==== Data records ====

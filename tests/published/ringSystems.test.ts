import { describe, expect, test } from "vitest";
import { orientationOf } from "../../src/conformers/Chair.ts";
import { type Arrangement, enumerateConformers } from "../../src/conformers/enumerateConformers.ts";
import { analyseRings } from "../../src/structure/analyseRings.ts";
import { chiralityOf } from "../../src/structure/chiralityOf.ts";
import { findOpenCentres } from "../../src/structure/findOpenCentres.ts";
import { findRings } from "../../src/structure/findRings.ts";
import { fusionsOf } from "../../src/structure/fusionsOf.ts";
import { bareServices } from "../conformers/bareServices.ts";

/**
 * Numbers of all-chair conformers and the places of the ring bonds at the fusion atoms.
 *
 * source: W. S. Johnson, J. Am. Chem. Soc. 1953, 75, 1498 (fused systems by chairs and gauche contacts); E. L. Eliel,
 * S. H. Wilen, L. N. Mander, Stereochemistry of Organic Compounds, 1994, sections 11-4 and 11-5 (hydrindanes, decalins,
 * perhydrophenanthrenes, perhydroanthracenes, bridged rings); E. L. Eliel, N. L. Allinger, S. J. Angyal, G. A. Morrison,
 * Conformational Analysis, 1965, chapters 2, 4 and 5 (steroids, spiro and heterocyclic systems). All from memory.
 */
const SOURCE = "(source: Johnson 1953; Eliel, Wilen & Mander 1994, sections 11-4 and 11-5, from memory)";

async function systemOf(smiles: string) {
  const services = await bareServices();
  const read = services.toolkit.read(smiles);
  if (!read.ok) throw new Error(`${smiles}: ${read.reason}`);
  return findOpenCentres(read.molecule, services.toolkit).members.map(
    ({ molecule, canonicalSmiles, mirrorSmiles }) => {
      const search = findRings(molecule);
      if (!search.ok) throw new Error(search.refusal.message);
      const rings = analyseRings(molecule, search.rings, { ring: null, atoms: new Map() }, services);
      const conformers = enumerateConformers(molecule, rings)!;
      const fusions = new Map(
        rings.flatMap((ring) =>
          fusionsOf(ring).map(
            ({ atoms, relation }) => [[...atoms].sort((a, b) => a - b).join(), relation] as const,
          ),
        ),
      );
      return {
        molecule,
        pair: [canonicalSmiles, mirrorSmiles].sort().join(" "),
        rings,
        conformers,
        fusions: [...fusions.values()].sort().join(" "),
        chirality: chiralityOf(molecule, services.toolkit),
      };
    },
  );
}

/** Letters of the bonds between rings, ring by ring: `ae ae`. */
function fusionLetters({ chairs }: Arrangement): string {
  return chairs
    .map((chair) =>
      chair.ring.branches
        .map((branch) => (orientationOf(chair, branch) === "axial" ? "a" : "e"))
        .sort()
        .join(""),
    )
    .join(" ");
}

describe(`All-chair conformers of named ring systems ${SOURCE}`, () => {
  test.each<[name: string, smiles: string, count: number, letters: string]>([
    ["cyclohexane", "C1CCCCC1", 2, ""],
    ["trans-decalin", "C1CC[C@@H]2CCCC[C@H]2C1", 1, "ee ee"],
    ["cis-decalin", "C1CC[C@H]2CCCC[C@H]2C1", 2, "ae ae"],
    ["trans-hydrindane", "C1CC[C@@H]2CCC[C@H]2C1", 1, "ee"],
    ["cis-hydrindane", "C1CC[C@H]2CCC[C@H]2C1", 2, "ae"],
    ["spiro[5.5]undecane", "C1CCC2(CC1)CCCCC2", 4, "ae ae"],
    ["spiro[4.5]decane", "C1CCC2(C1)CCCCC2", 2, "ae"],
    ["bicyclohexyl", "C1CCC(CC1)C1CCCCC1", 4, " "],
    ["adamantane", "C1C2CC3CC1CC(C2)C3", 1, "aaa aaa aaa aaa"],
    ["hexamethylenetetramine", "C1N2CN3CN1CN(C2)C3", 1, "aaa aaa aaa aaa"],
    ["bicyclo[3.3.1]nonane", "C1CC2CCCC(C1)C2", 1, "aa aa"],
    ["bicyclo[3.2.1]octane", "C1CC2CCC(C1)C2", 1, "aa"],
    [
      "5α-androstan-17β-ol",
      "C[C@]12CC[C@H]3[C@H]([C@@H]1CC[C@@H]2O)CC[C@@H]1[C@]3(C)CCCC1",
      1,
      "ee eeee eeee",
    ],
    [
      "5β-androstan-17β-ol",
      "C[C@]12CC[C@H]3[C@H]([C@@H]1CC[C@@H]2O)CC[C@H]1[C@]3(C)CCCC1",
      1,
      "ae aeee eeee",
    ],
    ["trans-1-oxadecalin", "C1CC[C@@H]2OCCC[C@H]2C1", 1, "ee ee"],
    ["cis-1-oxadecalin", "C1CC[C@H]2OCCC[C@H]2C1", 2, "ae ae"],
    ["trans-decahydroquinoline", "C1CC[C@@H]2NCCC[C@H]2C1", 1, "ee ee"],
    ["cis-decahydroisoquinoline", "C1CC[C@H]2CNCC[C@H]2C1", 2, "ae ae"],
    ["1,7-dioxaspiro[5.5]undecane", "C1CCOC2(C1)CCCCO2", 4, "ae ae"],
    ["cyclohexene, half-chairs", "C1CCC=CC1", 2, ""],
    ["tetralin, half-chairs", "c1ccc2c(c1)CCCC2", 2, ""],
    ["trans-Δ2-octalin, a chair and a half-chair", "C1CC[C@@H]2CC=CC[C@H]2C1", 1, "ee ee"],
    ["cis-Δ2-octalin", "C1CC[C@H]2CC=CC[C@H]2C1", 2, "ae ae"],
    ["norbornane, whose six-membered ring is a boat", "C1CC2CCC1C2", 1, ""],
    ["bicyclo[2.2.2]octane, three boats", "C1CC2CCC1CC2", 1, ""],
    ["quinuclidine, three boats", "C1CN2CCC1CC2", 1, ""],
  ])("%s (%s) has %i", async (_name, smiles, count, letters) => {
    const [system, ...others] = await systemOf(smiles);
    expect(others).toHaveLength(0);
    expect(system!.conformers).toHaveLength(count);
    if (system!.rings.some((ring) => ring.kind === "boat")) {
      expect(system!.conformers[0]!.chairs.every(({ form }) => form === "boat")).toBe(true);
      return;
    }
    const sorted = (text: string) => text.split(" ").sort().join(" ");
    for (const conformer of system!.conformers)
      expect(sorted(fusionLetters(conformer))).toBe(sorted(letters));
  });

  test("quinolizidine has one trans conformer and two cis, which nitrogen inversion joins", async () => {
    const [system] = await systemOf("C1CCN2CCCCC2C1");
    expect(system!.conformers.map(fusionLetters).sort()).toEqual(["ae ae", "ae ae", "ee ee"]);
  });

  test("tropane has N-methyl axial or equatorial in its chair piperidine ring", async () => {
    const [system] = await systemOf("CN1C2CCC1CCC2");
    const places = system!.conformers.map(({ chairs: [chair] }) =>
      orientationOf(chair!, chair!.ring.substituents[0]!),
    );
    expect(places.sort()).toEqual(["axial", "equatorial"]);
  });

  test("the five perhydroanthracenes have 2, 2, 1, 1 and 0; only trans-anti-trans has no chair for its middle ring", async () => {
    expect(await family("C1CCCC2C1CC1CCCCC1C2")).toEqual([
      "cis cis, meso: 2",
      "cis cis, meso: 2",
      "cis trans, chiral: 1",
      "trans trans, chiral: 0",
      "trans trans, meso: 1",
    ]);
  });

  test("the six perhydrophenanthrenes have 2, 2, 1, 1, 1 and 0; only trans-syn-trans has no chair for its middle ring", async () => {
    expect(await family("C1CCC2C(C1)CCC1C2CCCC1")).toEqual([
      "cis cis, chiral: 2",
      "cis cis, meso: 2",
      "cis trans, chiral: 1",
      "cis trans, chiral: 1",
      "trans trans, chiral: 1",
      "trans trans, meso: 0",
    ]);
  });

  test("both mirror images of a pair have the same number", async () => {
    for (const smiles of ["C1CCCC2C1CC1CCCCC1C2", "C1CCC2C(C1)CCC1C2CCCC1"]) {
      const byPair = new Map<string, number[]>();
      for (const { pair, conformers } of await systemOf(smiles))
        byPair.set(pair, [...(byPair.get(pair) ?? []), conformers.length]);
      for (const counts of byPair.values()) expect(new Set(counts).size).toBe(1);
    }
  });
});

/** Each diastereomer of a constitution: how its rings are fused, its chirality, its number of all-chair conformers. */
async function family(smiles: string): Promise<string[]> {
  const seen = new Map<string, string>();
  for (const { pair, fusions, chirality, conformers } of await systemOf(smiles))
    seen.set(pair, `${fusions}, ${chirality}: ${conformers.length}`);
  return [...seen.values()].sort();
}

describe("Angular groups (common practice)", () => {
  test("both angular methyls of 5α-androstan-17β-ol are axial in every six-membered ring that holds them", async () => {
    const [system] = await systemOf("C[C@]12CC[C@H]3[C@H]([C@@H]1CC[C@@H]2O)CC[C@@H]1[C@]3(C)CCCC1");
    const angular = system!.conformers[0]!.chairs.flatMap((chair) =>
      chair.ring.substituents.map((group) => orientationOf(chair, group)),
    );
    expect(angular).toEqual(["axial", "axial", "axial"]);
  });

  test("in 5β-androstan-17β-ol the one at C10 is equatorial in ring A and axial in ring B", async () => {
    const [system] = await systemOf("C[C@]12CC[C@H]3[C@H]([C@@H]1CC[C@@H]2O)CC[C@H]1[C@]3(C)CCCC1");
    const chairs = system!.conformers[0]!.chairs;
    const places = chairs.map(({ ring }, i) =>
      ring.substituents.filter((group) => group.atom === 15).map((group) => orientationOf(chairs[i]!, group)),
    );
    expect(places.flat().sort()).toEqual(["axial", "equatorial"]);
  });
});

====

- Your objective
Once you find the line containing "type Arrangement, enumerateConformers", stop: reproduce exactly that line and every line of the data before it, and nothing else.

- Response to this exercise
filename tests/published/ringSystems.test.ts
import { describe, expect, test } from "vitest";
import { orientationOf } from "../../src/conformers/Chair.ts";
import { type Arrangement, enumerateConformers } from "../../src/conformers/enumerateConformers.ts";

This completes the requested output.